E. Rybakina b. [Q] P. Tig 6-2 6-0

Una finale a senso unico regala il primo titolo della carriera a Elena Rybakina. La kazaka solleva il trofeo del WTA International di Bucarest senza cedere nemmeno un set e lasciando appena due giochi in finale alla sorpresa del torneo, Patricia Maria Tig. La romena, uscita dalle qualificazioni, non è stata in grado di opporre resistenza alle accelerazioni filanti di Rybakina o meglio, ci ha provato ad inizio partita, ma si è poi lasciata andare allo sconforto e probabilmente alla stanchezza.

 

SIl primo set infatti è stato più lottato di quanto il 6-2 sul taccuino non faccia pensare.

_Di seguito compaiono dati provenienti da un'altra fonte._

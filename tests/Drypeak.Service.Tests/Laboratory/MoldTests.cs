using Xunit;

namespace Drypeak.Service.Tests.Laboratory;

/// <summary>A mold by readings of its dimensions, and soil that ends below its rim.</summary>
public sealed class MoldTests(RunningService service)
{
    private const string Read = """{"mass":4250,"diameters":[101.5,101.6,101.7],"heights":[116.3,116.4,116.5]}""";
    private const string Single = """{"mass":4250,"diameter":101.6,"height":116.4}""";

    [Fact]
    public async Task Readings_count_as_their_mean()
    {
        var (readings, single) = (await service.AnswerAsync(Body.With("/mold", Read)), await service.AnswerAsync(Body.With("/mold", Single)));
        Assert.Equal(single.Numbers("/specimens", "dryDensity"), readings.Numbers("/specimens", "dryDensity"), (one, other) => Math.Abs(one - other) < 1e-12);
    }

    /// <summary>The soil's volume is π/4·d²·(h − z): the wet density rises by h/(h − z).</summary>
    [Theory]
    [InlineData("/specimens/2/depthBelowRim", "4.4")]
    [InlineData("/specimens/2/depthsBelowRim", "[4.3,4.4,4.5]")]
    public async Task Soil_that_ends_below_the_rim_is_denser_by_what_it_does_not_fill(string place, string depth)
    {
        var (full, below) = (await service.AnswerAsync(Body.With("/mold", Single)), await service.AnswerAsync(Body.With(("/mold", Single), (place, depth))));
        Assert.Equal(full.Number("/specimens/2/wetDensity") * 116.4 / 112, below.Number("/specimens/2/wetDensity"), 1e-9);
        Assert.Equal(full.Number("/specimens/1/wetDensity"), below.Number("/specimens/1/wetDensity"), 1e-12);
    }

    [Fact]
    public async Task The_depth_is_read_in_the_unit_of_length()
    {
        var (metric, inches) = (
            await service.AnswerAsync(Body.With(("/mold", """{"mass":4250,"diameter":101.6,"height":116.84}"""), ("/specimens/0/depthBelowRim", "2.54"))),
            await service.AnswerAsync(Body.With(("/units/length", "\"in\""), ("/mold", """{"mass":4250,"diameter":4,"height":4.6}"""), ("/specimens/0/depthBelowRim", "0.1"))));
        Assert.Equal(metric.Number("/specimens/0/dryDensity"), inches.Number("/specimens/0/dryDensity"), 1e-9);
    }

    /// <summary>101.60 ± 0.40 mm and 116.40 ± 0.50 mm: AASHTO T 99, as read.</summary>
    [Theory]
    [InlineData("""{"mass":4250,"diameter":102.0,"height":116.4}""", null)]
    [InlineData("""{"mass":4250,"diameter":102.01,"height":116.4}""", "/mold/diameter")]
    [InlineData("""{"mass":4250,"diameter":101.6,"heights":[117.1,116.8]}""", "/mold/heights")]
    public async Task Dimensions_outside_the_methods_tolerance_are_found_with_its_clause(string mold, string? place)
    {
        var answer = await service.AnswerAsync(Body.With(("/method", "\"aashto-t99-a\""), ("/mold", mold)));
        var found = answer.At("/findings").EnumerateArray().Where(finding => finding.Text("/code") == "mold-outside-tolerance").ToList();
        Assert.Equal(place is null ? [] : [place], found.Select(finding => finding.Text("/pointer")));
        Assert.All(found, finding => Assert.Equal("AASHTO T 99, method A", finding.Text("/basis")));
    }

    [Theory]
    [InlineData("/mold", """{"mass":4250,"diameters":[101.6],"height":116.4,"heights":[117]}""", "/mold/heights contradiction")]
    [InlineData("/mold", """{"mass":4250,"diameter":101.6,"diameters":[102,102],"height":116.4}""", "/mold/diameters contradiction")]
    [InlineData("/mold", """{"mass":4250,"diameters":[101.6]}""", "/mold/height incomplete")]
    [InlineData("/mold", """{"mass":4250,"heights":[116.4]}""", "/mold/diameter incomplete")]
    [InlineData("/mold", """{"mass":4250,"diameters":[],"height":116.4}""", "/mold/diameters empty-list")]
    [InlineData("/mold", """{"mass":4250,"diameters":[101.6,0],"height":116.4}""", "/mold/diameters/1 not-positive")]
    [InlineData("/mold", """{"mass":4250,"diameter":101.6,"heights":[116.4,-1]}""", "/mold/heights/1 not-positive")]
    [InlineData("/mold", """{"mass":4250,"diameter":101.6,"heights":[1e10]}""", "/mold/heights/0 out-of-range")]
    [InlineData("/mold", """{"mass":4250,"diameters":[1,1,1,1,1,1,1,1,1,1,1,1,1,1,1,1,1,1,1,1,1],"height":116.4}""", "/mold/diameters too-many")]
    [InlineData("/specimens/0/depthBelowRim", "-0.1", "/specimens/0/depthBelowRim negative")]
    [InlineData("/specimens/0/depthsBelowRim", "[1,-1]", "/specimens/0/depthsBelowRim/1 negative")]
    [InlineData("/specimens/0/depthsBelowRim", "[]", "/specimens/0/depthsBelowRim empty-list")]
    [InlineData("/specimens/0/depthBelowRim", "3", "/specimens/0/depthBelowRim not-enough-data")]
    public async Task What_no_mold_has_is_refused_at_its_place(string place, string json, string fault)
    {
        var refusal = await service.RefusalAsync(Body.With(place, json));
        Assert.Equal(422, refusal.Status);
        Assert.Equal([fault], refusal.Faults);
    }

    [Theory]
    [InlineData("3", "[3.1,3.3,3.2]", null)]
    [InlineData("3", "[3.3,3.3]", "/specimens/1/depthsBelowRim contradiction")]
    [InlineData("116.4", "[116.4]", "/specimens/1/depthBelowRim contradiction")]
    public async Task A_depth_given_twice_agrees_to_a_share_of_the_molds_height_and_leaves_some_soil(string depth, string readings, string? fault)
    {
        using var response = await service.PostAsync(Body.With(("/mold", Single), ("/specimens/1/depthBelowRim", depth), ("/specimens/1/depthsBelowRim", readings)));
        Assert.Equal(fault is null ? [] : [fault], fault is null ? (response.IsSuccessStatusCode ? [] : ["refused"]) : (await Refusal.Of(response)).Faults);
    }

    [Fact]
    public async Task Oversize_of_a_method_without_a_procedure_for_it_is_corrected_with_a_note()
    {
        var answer = await service.AnswerAsync(Body.With(("/method", "\"nbr-7182\""), ("/mold/volume", "1000"), ("/oversize", """{"percent":12,"specificGravity":2.65}""")));
        Assert.Equal("note", answer.Finding("oversize-outside-method").Text("/severity"));
        Assert.False(answer.IsNull("/corrected"));
    }
}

Rybakina è riuscita a strappare il servizio all’avversaria già nel terzo gioco, ma ha avuto bisogno di un game da dodici punti per confermarlo. Un altro game fiume vede Tig annullare due palle del doppio break. A questo punto è stata la giocatrice di casa ad avere due palle break consecutive per riportare il punteggio on serve. Mancate entrambe le chance, Tig si spegne e perde ancora una volta il servizio e il set. Il secondo parziale non si gioca neanche. Rybakina colpisce a braccio sciolto e vince sei giochi di fila in 26 minuti. Dalla prossima settimana farà il proprio primo e prepotente ingresso in top 100, al numero 65. A fine match, grandissima emozione per Tig, che riserva un pensiero di stima a Rybakina e una dedica affettuosa alla figlia. La romena, al termine di una settimana comunque ottima, passa da non avere ranking ad essere numero 234 del mondo.